Un DPA signé ne règle pas tout. Même avec un DPA valide, tu dois informer tes clients que leurs données peuvent transiter par un prestataire IA dans le cadre de tes prestations. Cette information peut figurer dans tes conditions générales ou dans une lettre de mission mise à jour. Faute de quoi, le traitement n'a pas de base légale suffisante pour les données personnelles identifiantes.

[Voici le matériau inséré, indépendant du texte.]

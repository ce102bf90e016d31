/**
 * Markers of the map as parts of an SVG: a way of the board strip on a plate, with the rings of the score round it; and
 * for several homes a plate with their number over a bar of what is on their walls. One list serves the legend, which
 * React draws, and the map, which needs text.
 */
import { CELL_HEIGHT, CELL_WIDTH, DEVICE_LAYERS } from '@/components/drawings/board-paths'
import { type WayDevice } from '@/lib/electrical/consumer-unit'
import { type BoardType } from '@/lib/homes/board-type'
import { type ScoreRing } from './score-ring'

export type Part = {
  readonly d: string
  readonly className: string
  readonly strokeWidth?: number
  readonly dashed?: boolean
  readonly transform?: string
}

/** A marker is drawn on a square of so many units, a unit a pixel. */
export const MARKER_SIZE = 44

const WAYS: Record<BoardType, readonly WayDevice[]> = {
  rewireable: ['rewireable'],
  mixed: ['rewireable', 'breaker'],
  cartridge: ['cartridge'],
  breakers: ['breaker'],
  rcbo: ['rcbo'],
  unknown: ['unknown'],
}
const box = (width: number, height: number, radius: number) => {
  const [x, y] = [(MARKER_SIZE - width) / 2, (MARKER_SIZE - height) / 2]
  const r = radius
  return (
    `M${x + r} ${y}h${width - 2 * r}a${r} ${r} 0 0 1 ${r} ${r}v${height - 2 * r}a${r} ${r} 0 0 1 ${-r} ${r}` +
    `h${2 * r - width}a${r} ${r} 0 0 1 ${-r} ${-r}v${2 * r - height}a${r} ${r} 0 0 1 ${r} ${-r}z`
  )
}

/** One home: what protects it, and how high it scores. */
export function homeMarker(board: BoardType, ring: ScoreRing): readonly Part[] {
  const ways = WAYS[board]
  const scale = 0.34
  const width = ways.length * CELL_WIDTH * scale + (ways.length - 1) * 1.5
  const [plateWidth, plateHeight] = [width + 5, CELL_HEIGHT * scale + 5]
  const parts: Part[] = []
  const rings = { double: 2, single: 1, none: 0 }[ring]
  for (let at = rings; at > 0; at -= 1)
    parts.push({
      d: box(plateWidth - 1 + at * 6, plateHeight - 1 + at * 6, 4 + at * 2.5),
      className: `fill-surface ${ring === 'double' ? 'stroke-madder' : 'stroke-ink'}`,
      strokeWidth: 1.75,
    })
  parts.push({ d: box(plateWidth, plateHeight, 4), className: 'fill-surface' })
  ways.forEach((device, index) => {
    const left = (MARKER_SIZE - width) / 2 + index * (CELL_WIDTH * scale + 1.5)
    const top = (MARKER_SIZE - CELL_HEIGHT * scale) / 2
    for (const { look, path, bold } of DEVICE_LAYERS[device])
      parts.push({
        d: path(0),
        className: look,
        strokeWidth: bold ? 6 : 3.5,
        dashed: device === 'unknown',
        transform: `translate(${left.toFixed(2)} ${top.toFixed(2)}) scale(${scale})`,
      })
  })
  return parts
}

/** Shares of a cluster's bar in their order: with rewireable ways, not known, all others. */
export function sharesOf(boards: Readonly<Record<BoardType, number>>): {
  rewireable: number
  unknown: number
  other: number
} {
  const rewireable = boards.rewireable + boards.mixed
  const { unknown } = boards
  return { rewireable, unknown, other: boards.cartridge + boards.breakers + boards.rcbo }
}

/** The width of a cluster's plate: more homes, wider, so that the number always fits [px]. */
export const clusterWidth = (homes: number): number => 26 + 8 * String(homes).length

/** The parts of a cluster; its number is text and stands above the bar. */
export function clusterMarker(
  homes: number,
  boards: Readonly<Record<BoardType, number>>,
  ring: ScoreRing,
): readonly Part[] {
  const width = clusterWidth(homes)
  const height = 28
  const at = (x: number, y: number, w: number, h: number) =>
    `M${x.toFixed(2)} ${y}h${w.toFixed(2)}v${h}h${(-w).toFixed(2)}z`
  const left = (MARKER_SIZE - width) / 2
  const inner = width - 10
  const { rewireable, unknown } = sharesOf(boards)
  const [copper, dashed] = [(inner * rewireable) / homes, (inner * unknown) / homes]
  const parts: Part[] = []
  const rings = { double: 2, single: 1, none: 0 }[ring]
  for (let count = rings; count > 0; count -= 1)
    parts.push({
      d: box(width + count * 6, height + count * 6, 6 + count * 2.5),
      className: `fill-surface ${ring === 'double' ? 'stroke-madder' : 'stroke-edge'}`,
      strokeWidth: ring === 'double' ? 1.75 : 1,
    })
  parts.push({ d: box(width, height, 6), className: 'fill-surface stroke-ink', strokeWidth: 1.5 })
  parts.push({ d: at(left + 5, 29, inner, 4), className: 'fill-plate' })
  if (copper > 0) parts.push({ d: at(left + 5, 29, copper, 4), className: 'fill-copper' })
  if (dashed > 0)
    parts.push({
      d: at(left + 5 + copper, 29.5, dashed, 3),
      className: 'fill-surface stroke-blueprint',
      strokeWidth: 1,
      dashed: true,
    })
  return parts
}

const dashes = (part: Part) => (part.transform ? '10 8' : '1.5 1.5')

/** The dash of a part that is drawn dashed. */
export const dashOf = (part: Part): string | undefined => (part.dashed ? dashes(part) : undefined)

/** The parts as SVG text: numbers and our own class names only, so there is nothing to escape. */
export function svgText(parts: readonly Part[], label?: string): string {
  const paths = parts.map((part) => {
    const stroke = part.className.includes('stroke-') ? ` stroke-width="${part.strokeWidth ?? 1}"` : ''
    const dash = dashOf(part)
    return `<path class="${part.className}" d="${part.d}"${stroke}${dash ? ` stroke-dasharray="${dash}"` : ''}${part.transform ? ` transform="${part.transform}"` : ''}/>`
  })
  const number = label
    ? `<text x="${MARKER_SIZE / 2}" y="25" text-anchor="middle" class="fill-ink font-sans text-[14px] font-bold tabular-nums">${label}</text>`
    : ''
  return `<svg xmlns="http://www.w3.org/2000/svg" viewBox="0 0 ${MARKER_SIZE} ${MARKER_SIZE}" width="${MARKER_SIZE}" height="${MARKER_SIZE}" class="overflow-visible" aria-hidden="true">${paths.join('')}${number}</svg>`
}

L'Ordre ne s'est pas encore prononcé, mais ça ne signifie pas que c'est autorisé. L'absence de doctrine ordinale explicite sur l'IA générative n'efface pas les obligations légales existantes : le Code pénal et le RGPD s'appliquent indépendamment de la position de l'Ordre.

Maillage interne :

Le chiffre choc
15 000 euros
amende pénale maximale pour violation du secret professionnel (art. 226-13 Code pénal) — Légifrance, Code pénal, art. 226-13, version en vigueur
55,2 millions d'euros total des amendes CNIL prononcées en 2024 (87 sanctions) CNIL, bilan des sanctions 2024
2024/1689 numéro du règlement européen AI Act, en vigueur depuis le 1er août 2024 EUR-Lex, règlement UE 2024/1689
3 conditions cumulatives RGPD pour tout transfert de données à un sous-traitant IA (base légale + DPA + mécanisme de transfert) RGPD art. 6, 28, 46 — règlement UE 2016/679

Ce qu'il faut retenir

Trois couches de droit L'utilisation d'un LLM avec des données clients engage simultanément trois corps de règles : le secret professionnel (Code pénal, art. 226-13), le RGPD (règlement UE 2016/679) et l'AI Act, chacun avec ses propres conditions de conformité.
Grand public vs entreprise Les offres grand public des LLMs ne proposent pas par défaut de DPA signé ni de garantie de non-réentraînement sur les données saisies ; les offres entreprise (ChatGPT Enterprise, Mistral AI en hébergement UE) résolvent partiellement ce problème.
Voie praticable en 3 étapes Pseudonymiser les données avant le prompt, utiliser une solution souveraine ou certifiée (hébergement UE), et mettre à jour le registre des activités de traitement pour y inclure les LLMs : ces trois étapes rendent l'usage de l'IA défendable en cabinet.
Silence de l'Ordre L'Ordre des experts-comptables n'a pas encore publié de recommandation formelle sur l'IA générative, mais ce silence ne crée aucun vide juridique : le secret professionnel et le RGPD s'appliquent de plein droit aux outils numériques.

Sources

Vocabulaire utile

Secret professionnel (comptable)

Obligation légale imposée aux experts-comptables par l'article 226-13 du Code pénal et l'ordonnance de 1945 : toute information confiée par un client est confidentielle et ne peut être transmise à un tiers, y compris un outil IA, sans base légale et sans le consentement du client.

Transfert hors UE

Toute communication de données personnelles vers un pays situé hors de l'Union européenne. Le RGPD l'encadre strictement : un mécanisme de transfert valide (clauses contractuelles types, décision d'adéquation) est obligatoire. Utiliser un LLM hébergé aux États-Unis sans vérifier ce point est un transfert hors UE non documenté.

Pseudonymisation

Technique qui remplace les informations identifiantes d'un document (noms, IBAN, numéros de Sécurité sociale) par des codes neutres avant traitement. Contrairement à l'anonymisation complète, la réidentification reste possible si on dispose de la table de correspondance. La pseudonymisation réduit le risque RGPD sans le supprimer totalement.